Once Carnahan sets the story up in a most uncanny way, you can feel the movie building up to a most intense and explosive confrontation of characters, as we see the assorted characters make their way to the same location. And the plot grows even more intense when Israel’s own bodyguard, Ivy (Common), suspects that he and the rest of the entourage may be ratted out as well. It’s one of those great movies where there’s absolutely no telling who’s going to make it out alive.
I don’t want to reveal any more of what happens. All I’ll tell you is that you’re in store for one of the most incredible action sequences in recent memory, in one of the more inspired settings for such a sequence. And it gets a lot darker in the final moments before unleashing one final surprise that really stunned me.
And it doesn’t hurt that the film has one amazing cast to go along for the ride. The standouts are Jeremy Piven, who’s always been a favorite of mine and who I’m convinced plays a tense and strung out snitch better than anyone, and Ryan Reynolds, who shows a side of himself I haven’t seen from him. I enjoy him in his comedies, but his performance here illustrates that he can hit the serious mark too.

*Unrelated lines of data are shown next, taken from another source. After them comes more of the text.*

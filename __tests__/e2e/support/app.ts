import fs from 'node:fs';
import path from 'node:path';

import type { Page } from 'playwright-core';

import type { Viewport } from './browser';
import { loadServerState } from './server-state';

/** Seeded demo accounts and their shared password, as documented in the README. */
export const DEMO_PASSWORD = 'junctura-demo';
export const DEMO_ACCOUNTS = [
  { email: 'owner@example.com', role: 'owner' },
  { email: 'designer@example.com', role: 'designer' },
  { email: 'reviewer@example.com', role: 'reviewer' },
] as const;

/** Seeded demo studies are labelled "demo" in their titles. */
export const DEMO_TITLE = /\bdemo\b/i;

export type ApiStudy = { id: number; title: string; status: string; author: { name: string } };

export function baseUrl(): string {
  return loadServerState().baseUrl;
}

export async function signIn(page: Page, email: string, password = DEMO_PASSWORD): Promise<void> {
  await page.goto(`${baseUrl()}/sign-in`);
  await page.getByLabel('E-mail').fill(email);
  await page.getByLabel('Password').fill(password);
  await page.getByRole('button', { name: 'Sign in', exact: true }).click();
  await page.getByRole('heading', { name: 'Studies', exact: true }).waitFor();
}

/** The studies the API gives this browser's session: the reference the screen is checked against. */
export async function apiStudies(page: Page): Promise<ApiStudy[]> {
  const response = await page.request.get(`${baseUrl()}/api/studies`);
  if (!response.ok()) throw new Error(`GET /api/studies answered ${response.status()}`);
  return ((await response.json()) as { studies: ApiStudy[] }).studies;
}

export async function sessionStatus(page: Page): Promise<number> {
  return (await page.request.get(`${baseUrl()}/api/session`)).status();
}

/** Waits until the list has rendered its rows or cards (not the loading state). */
export async function waitForStudies(page: Page, titles: readonly string[]): Promise<void> {
  for (const title of titles) {
    await page.getByText(title, { exact: true }).first().waitFor();
  }
}

const SCREENSHOT_DIR = path.resolve(__dirname, '..', '..', '..', 'artifacts', 'screenshots');

/** Saves a full-page PNG under artifacts/screenshots and returns its path. */
export async function screenshot(page: Page, viewport: Viewport, name: string): Promise<string> {
  fs.mkdirSync(SCREENSHOT_DIR, { recursive: true });
  const file = path.join(SCREENSHOT_DIR, `${viewport.width}x${viewport.height}-${name}.png`);
  // Park the pointer so no hover highlight lands in the picture.
  await page.mouse.move(0, 0);
  await page.screenshot({ path: file, fullPage: true });
  return file;
}

/** Signs out the way a user would: the sidebar on a wide window, the Account tab on a phone. */
export async function signOut(page: Page, viewport: Viewport): Promise<void> {
  if (viewport.width < 1024) {
    await page.getByRole('link', { name: 'Account' }).click();
    await page.getByRole('heading', { name: 'Account', exact: true }).waitFor();
  }
  await page.getByRole('button', { name: 'Sign out' }).click();
  await page.getByRole('button', { name: 'Sign in', exact: true }).waitFor();
}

Plus, the movie even turns in two impressive acting debuts from two musicians: rapper Common and R&B songstress Alicia Keys. Common is, to me, one of the best to ever grace the rap genre and for his acting debut he is fortunate to have some of the coolest dialogue of the movie. And Ms. Keys exudes a heavy dose of lethal sexiness as a no-nonsense contract killer.

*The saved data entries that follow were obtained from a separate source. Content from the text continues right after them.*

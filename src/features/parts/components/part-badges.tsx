import { StyleSheet, View } from 'react-native';

import { Text } from '@/components/ui';
import { color, radius, spacing } from '@/constants/theme';
import { DemoBadge } from '@/features/catalogues/components/demo-badge';

import type { Part } from '../types';

function Badge({ label, name }: { label: string; name: string }) {
  return (
    <View style={styles.badge} accessibilityLabel={name}>
      <Text variant="caption" style={styles.text}>
        {label}
      </Text>
    </View>
  );
}

export type PartBadgesProps = { part: Part; withDemo?: boolean };

/** Which models the part carries beyond its thermal one (SOA, electrical, Zth points), and the demo mark. */
export function PartBadges({ part, withDemo = true }: PartBadgesProps) {
  const any = part.soa || part.electrical || part.zthPoints?.length || (withDemo && part.isDemo);
  if (!any) return null;
  return (
    <View style={styles.row}>
      {part.soa ? <Badge label="SOA" name="Has an SOA model" /> : null}
      {part.electrical ? <Badge label="Electrical" name="Has an electrical model" /> : null}
      {part.zthPoints?.length ? <Badge label="Zth points" name="Has datasheet Zth points" /> : null}
      {withDemo && part.isDemo ? <DemoBadge /> : null}
    </View>
  );
}

const styles = StyleSheet.create({
  row: { flexDirection: 'row', flexWrap: 'wrap', gap: spacing.xs },
  badge: {
    alignSelf: 'flex-start',
    paddingHorizontal: spacing.sm,
    paddingVertical: 1,
    borderRadius: radius.pill,
    borderWidth: 1,
    borderColor: color.borderStrong,
    backgroundColor: color.surfaceMuted,
  },
  text: { color: color.inkMuted, fontWeight: '500' },
});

I’d be lying if I said that Smokin’ Aces wasn’t a guy movie. I mean you’ve got the violence, you’ve got the nasty profanity, and you’ve got the gorgeous Alicia Keys in sexy attire. It’s got all the ingredients of a true guys-only flick, but beyond that it’s really a grand piece of action filmmaking, and it also happens to have substance as well.
Smokin’ Aces is as gritty, violent and deliciously tasteless as you could ever hope a single movie to be. But it does illustrate top notch filmmaking for such a genre and it’s proof that Joe Carnahan has more than what it takes to become one of cinema’s newest masters of pulp fiction. Check your guns and ENJOY!

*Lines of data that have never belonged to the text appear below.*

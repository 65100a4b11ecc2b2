import { StyleSheet, View } from 'react-native';

import { Text, useIsWide } from '@/components/ui';
import { spacing } from '@/constants/theme';
import { FactGrid } from '@/features/studies/components/fact-grid';
import { formatNumber, formatQuantity } from '@/features/studies/quantity-format';

import { formatPrefixed } from '../part-format';
import type { ElectricalJson } from '../types';
import { ValueTable } from './value-table';

export type ElectricalViewProps = { electrical: ElectricalJson };

/** Quiescent current, dropout and current-limit curves, thermal shutdown, as a study device uses them. */
export function ElectricalView({ electrical: e }: ElectricalViewProps) {
  const wide = useIsWide();
  const facts = [
    { label: 'Quiescent current Iq', value: formatPrefixed(e.iqA ?? 0, 'A') },
    {
      label: 'Thermal shutdown',
      value: e.thermalShutdown ? `at ${formatQuantity(e.thermalShutdown.tripC, '°C')}, back ${formatQuantity(e.thermalShutdown.hysteresisK, 'K')} lower` : '—',
    },
    ...(e.role ? [{ label: 'Role in a study', value: e.role === 'pass' ? 'pass element' : 'other' }] : []),
    ...(e.adjustable
      ? [{ label: 'Adjustable divider', value: `R1 ${formatQuantity(e.adjustable.r1Ohm, 'Ω')}, R2 ${formatQuantity(e.adjustable.r2Ohm, 'Ω')}, Vref ${formatQuantity(e.adjustable.vrefV ?? 1.25, 'V')}` }]
      : []),
  ];
  const dropout = e.dropout?.points ?? [];
  const limit = e.currentLimit?.points ?? [];
  return (
    <View style={styles.view}>
      <FactGrid facts={facts} />
      <View style={[styles.tables, wide && styles.tablesWide]}>
        <View style={styles.block}>
          <Text variant="label" tone="muted">
            Dropout against current
          </Text>
          {dropout.length ? (
            <ValueTable label="Dropout points" columns={['', 'Current', 'Dropout (V)']} rows={dropout.map((p, i) => [String(i + 1), formatPrefixed(p.currentA, 'A'), formatNumber(p.voltageV)])} />
          ) : (
            <Text tone="faint">None given: 0 V.</Text>
          )}
        </View>
        <View style={styles.block}>
          <Text variant="label" tone="muted">
            Current limit against Vin − Vout
          </Text>
          {limit.length ? (
            <ValueTable label="Current-limit points" columns={['', 'Vin − Vout (V)', 'Limit']} rows={limit.map((p, i) => [String(i + 1), formatNumber(p.differentialV), formatPrefixed(p.currentA, 'A')])} />
          ) : (
            <Text tone="faint">None given: no limit.</Text>
          )}
        </View>
      </View>
      <Text variant="caption" tone="faint">
        Curves are straight between points and flat beyond the first and last.
      </Text>
    </View>
  );
}

const styles = StyleSheet.create({
  view: { gap: spacing.md },
  tables: { gap: spacing.md },
  tablesWide: { flexDirection: 'row', alignItems: 'flex-start' },
  block: { flex: 1, gap: spacing.xs },
});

This is without question one of the best-looking discs I’ve ever seen from Universal. Right from the beginning, the film incorporates many visual tricks, and the picture is bright and heavy on color throughout, resulting in a visually stunning anamorphic presentation. The style of the movie is enhanced brilliantly in this outstanding presentation. Superb on all accounts.
The 5.1 mix delivers all the bang for your buck and then some. Surround sound is put to explosive use, as every sound element from music playback, dialogue delivery, and the extreme action get the grade A treatment. The sound quality is so amazing you will be very much engulfed in all the action and mayhem. Truly one of the best sounding discs of the year!
Quite a terrific extras treatment on this Universal release. There are two commentary tracks; the first with writer/director Joe Carnahan and Editor Robert Frazen, the second with writer/director Joe Carnahan and actors Common, Christopher Holley and Zach Cumer. Also featured are Deleted and Extended Scenes, Outtakes, a Cowboy Ending, and three featurettes; “The Line Up”, “The Big Gun” and “Shoot Em Up: Stunts and Effects”.
Smokin’ Aces is brilliantly executed four-star trash, and I mean excellent, excellent trash. It assaults the senses with its extreme qualities in an riveting way. And the execution of the movie is nothing short of amazing. And when too many movies today hold back, this one pushes everything to the extreme with a smile on its face. A pure pulp masterpiece!